Have not plowed with truck yet, just bought truck (03 reg. cab 2500 hemi) and set it up with the western 8' pro plus and yesterday overheated on highway going 60 mph with plow on. Fluid was everywhere and I thought I blew a hose or hole in radiator and all I saw was the radiator cap was loose feeling, I believe it released the fluid because the temp. was so high? I let things cool down and replaced fluid and drove slower to where I was going and was ok, but still getting hot. Any advice on what I can do? I was reading about trying to drive slower with blade as low as possible or try a airfoil possibly. I thought I had a bad thermostat until I starting reading other people's issues. Anyone ever try running a colder thermostat, I remember running on of those on a Mustang GT long time ago? Thanks for some suggestions.


----------



## JDiepstra (Sep 15, 2008)

The trucks get hot driving at high speed. It's not uncommon. What temps were you seeing?


----------



## jmckee2 (Nov 1, 2008)

I wasn't watching it, but it just blew and steam was going everywhere and I pulled over asap, let cool, added coolant and then kept going and it was getting close to red line again.


----------



## jmckee2 (Nov 1, 2008)

I already thinking of making my own airfoil or looking into a cooler tstat if possible.


----------



## JDiepstra (Sep 15, 2008)

My Dodge is a diesel so not quite the same, but is it possible that the hose that goes from the radiator to the overflow tank blew off? These hoses are known to not be secured well!


----------



## jmckee2 (Nov 1, 2008)

Yeah, that hose was still attached as well as all the others and only thing I noticed was the radiator cap not in the locked position which I believe where all the fluid came from.


----------



## NBI Lawn (Oct 15, 2007)

Not going to lie, I hate these posts. I bet there are a dozen per week. It over heated with the blade on...hmm... strange.... plow wasnt in the sweet spot. Keep an eye on the temp gauge next time and adjust plow as needed. It would happen to everyone if they drove with the plow in the "wrong" position.


----------



## jmckee2 (Nov 1, 2008)

It seems the only "right position" for me might be OFF! What is your right position NBI?


----------



## NBI Lawn (Oct 15, 2007)

jmckee2;647258 said:


> It seems the only "right position" for me might be OFF! What is your right position NBI?

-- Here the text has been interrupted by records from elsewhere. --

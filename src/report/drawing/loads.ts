import type { Section } from "../../results.ts";
import type { Display } from "../display.ts";
import { palette } from "../palette.ts";
import { textWidth } from "../text-width.ts";
import { crestOf, type Frame, surfaceAt } from "./frame.ts";
import { label, line, polygon } from "./svg.ts";

const red = `stroke="${palette.fail}" stroke-width="1.4"`;
/** Strips and lines stand on top of a surcharge, so that each can be read. */
const lifted = 24;

/** Pixels that arrows and their words take above the surface. */
export function loadRoom(s: Section): number {
  const local = s.strips.length + s.lines.length > 0;
  const even = (s.surcharge ?? 0) > 0;
  return (even || local ? 18 : 0) + (even && local ? lifted + 6 : 0) + (s.lines.length > 0 ? 8 : 0);
}

const arrow = (x: number, from: number, to: number): string =>
  line(x, from, x, to - 5, red) +
  polygon(
    [
      [x - 3.2, to - 7],
      [x + 3.2, to - 7],
      [x, to],
    ],
    `fill="${palette.fail}"`,
  );

/** Surcharge, strips and lines as arrows on the surface, each with its value. */
export function loads(s: Section, f: Frame, display: Display): string {
  const crest = crestOf(s);
  const out: string[] = [];
  const lift = (s.surcharge ?? 0) > 0 ? lifted : 0;
  if (s.surcharge !== undefined && s.surcharge > 0) {
    const from = s.plane === "wall_back" ? crest : s.baseWidth;
    // Beside other loads its words stand at the edge, clear of theirs.
    const shared = s.strips.length + s.lines.length > 0;
    out.push(row(s, f, [from, f.right], display.quantity(s.surcharge, "kPa"), display, 0, shared));
  }
  for (const strip of s.strips) {
    const from = crest + strip.from;
    out.push(row(s, f, [from, from + strip.width], display.quantity(strip.pressure, "kPa"), display, lift));
  }
  for (const load of s.lines)
    out.push(single(s, f, crest + load.at, display.quantity(load.force, "kN/m"), display, lift));
  return out.join("");
}

/** A row of arrows along the surface; one that runs past the drawing is cut there. */
function row(
  s: Section,
  f: Frame,
  [from, to]: readonly [number, number],
  words: string,
  display: Display,
  lift: number,
  atEdge = false,
): string {
  if (from >= f.right) return beyond(s, f, words, display.quantity(from - crestOf(s), "m"));
  const end = Math.min(to, f.right);
  const count = Math.max(2, Math.min(12, Math.round(((end - from) * f.scale) / 24)));
  const arrows = Array.from({ length: count }, (_, k) => {
    const x = from + ((end - from) * k) / (count - 1);
    const surface = f.y(surfaceAt(s, x));
    return arrow(f.x(x), surface - lift - 20, surface);
  });
  const top = (x: number): number => f.y(surfaceAt(s, x)) - lift - 20;
  const middle = (from + end) / 2;
  // On a slope the row rises under its words.
  const rise = Math.tan((s.slope * Math.PI) / 180) * 0.5 * Math.min(textWidth(words), (end - from) * f.scale);
  return (
    arrows.join("") +
    line(f.x(from), top(from), f.x(end), top(end), red) +
    (atEdge
      ? label(f.x(end), top(end) - 6, words, 'text-anchor="end"')
      : label(f.x(middle), top(middle) - 6 - rise, words, 'text-anchor="middle"'))
  );
}

function single(s: Section, f: Frame, x: number, words: string, display: Display, lift: number): string {
  if (x >= f.right) return beyond(s, f, words, display.quantity(x - crestOf(s), "m"));
  const surface = f.y(surfaceAt(s, x));
  const side = f.x(x) > f.x(f.right) - 70 ? -1 : 1;
  return (
    arrow(f.x(x), surface - lift - 36, surface) +
    label(f.x(x) + 7 * side, surface - lift - 27, words, side < 0 ? 'text-anchor="end"' : "")
  );
}

/** A load too far away to be drawn to scale is named at the edge. */
function beyond(s: Section, f: Frame, words: string, distance: string): string {
  const y = f.y(surfaceAt(s, f.right)) - 8;
  return label(f.x(f.right) - 4, y, `${words}, ${distance} behind the crest →`, 'text-anchor="end"');
}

I have a Cummins and a Hiniker so it will be different for me. Try it like 4 inches of the ground in the straight and angled positions. If that doesnt work try it all the way up, some trucks like the air to come under the plow. Like I said play with the plow and find out were your truck likes it, dont just let it get hot.

When I am driving I can move the plow and watch the temp gauge move up, down...whatever


----------



## Grn Mtn (Sep 21, 2004)

my 04 ram 2500 never overheated with my 8' fisher HD, I even drove on the thruway to buffalo for a plowsite meet and it didn't overheat. when highway driving i would usually have it straight and low, but the majority of the time i would have it high and angled up to the right. I would use my trucks outside temp guage as a guide, since its located under the hood it would let you know if the engine block was heating up. typically the truck would run 15*ish warmer than outside air and if the blade blocked too much it would climb to say 80 or 90*, make an adjustment and about a minute later the temp would fall to say 40 or 50* with the reall outside temp being 30*ish. not sure if that helps.


----------



## jmckee2 (Nov 1, 2008)

I will give it a shot. thanks nbi


----------



## stillen (Dec 7, 2003)

my 05 dodge hemi QC would over heat if i had the blade straight , i have to angle it.......... 

A good measure would be if you have the outside temp gauge on your vehicle like mine. My outside temp sensor is right behind the plow and would get NO air if i have the plow positioned wrong when transporting. The temp would spike to 125+ if the air wasnt reaching that sensor, remember this is NOT engine this is the OT. If my OT gauge is getting a good reading than i know for my truck my radiator is being cooled off..... Ive done 55-65 down the highway no proablem with no overheating..... 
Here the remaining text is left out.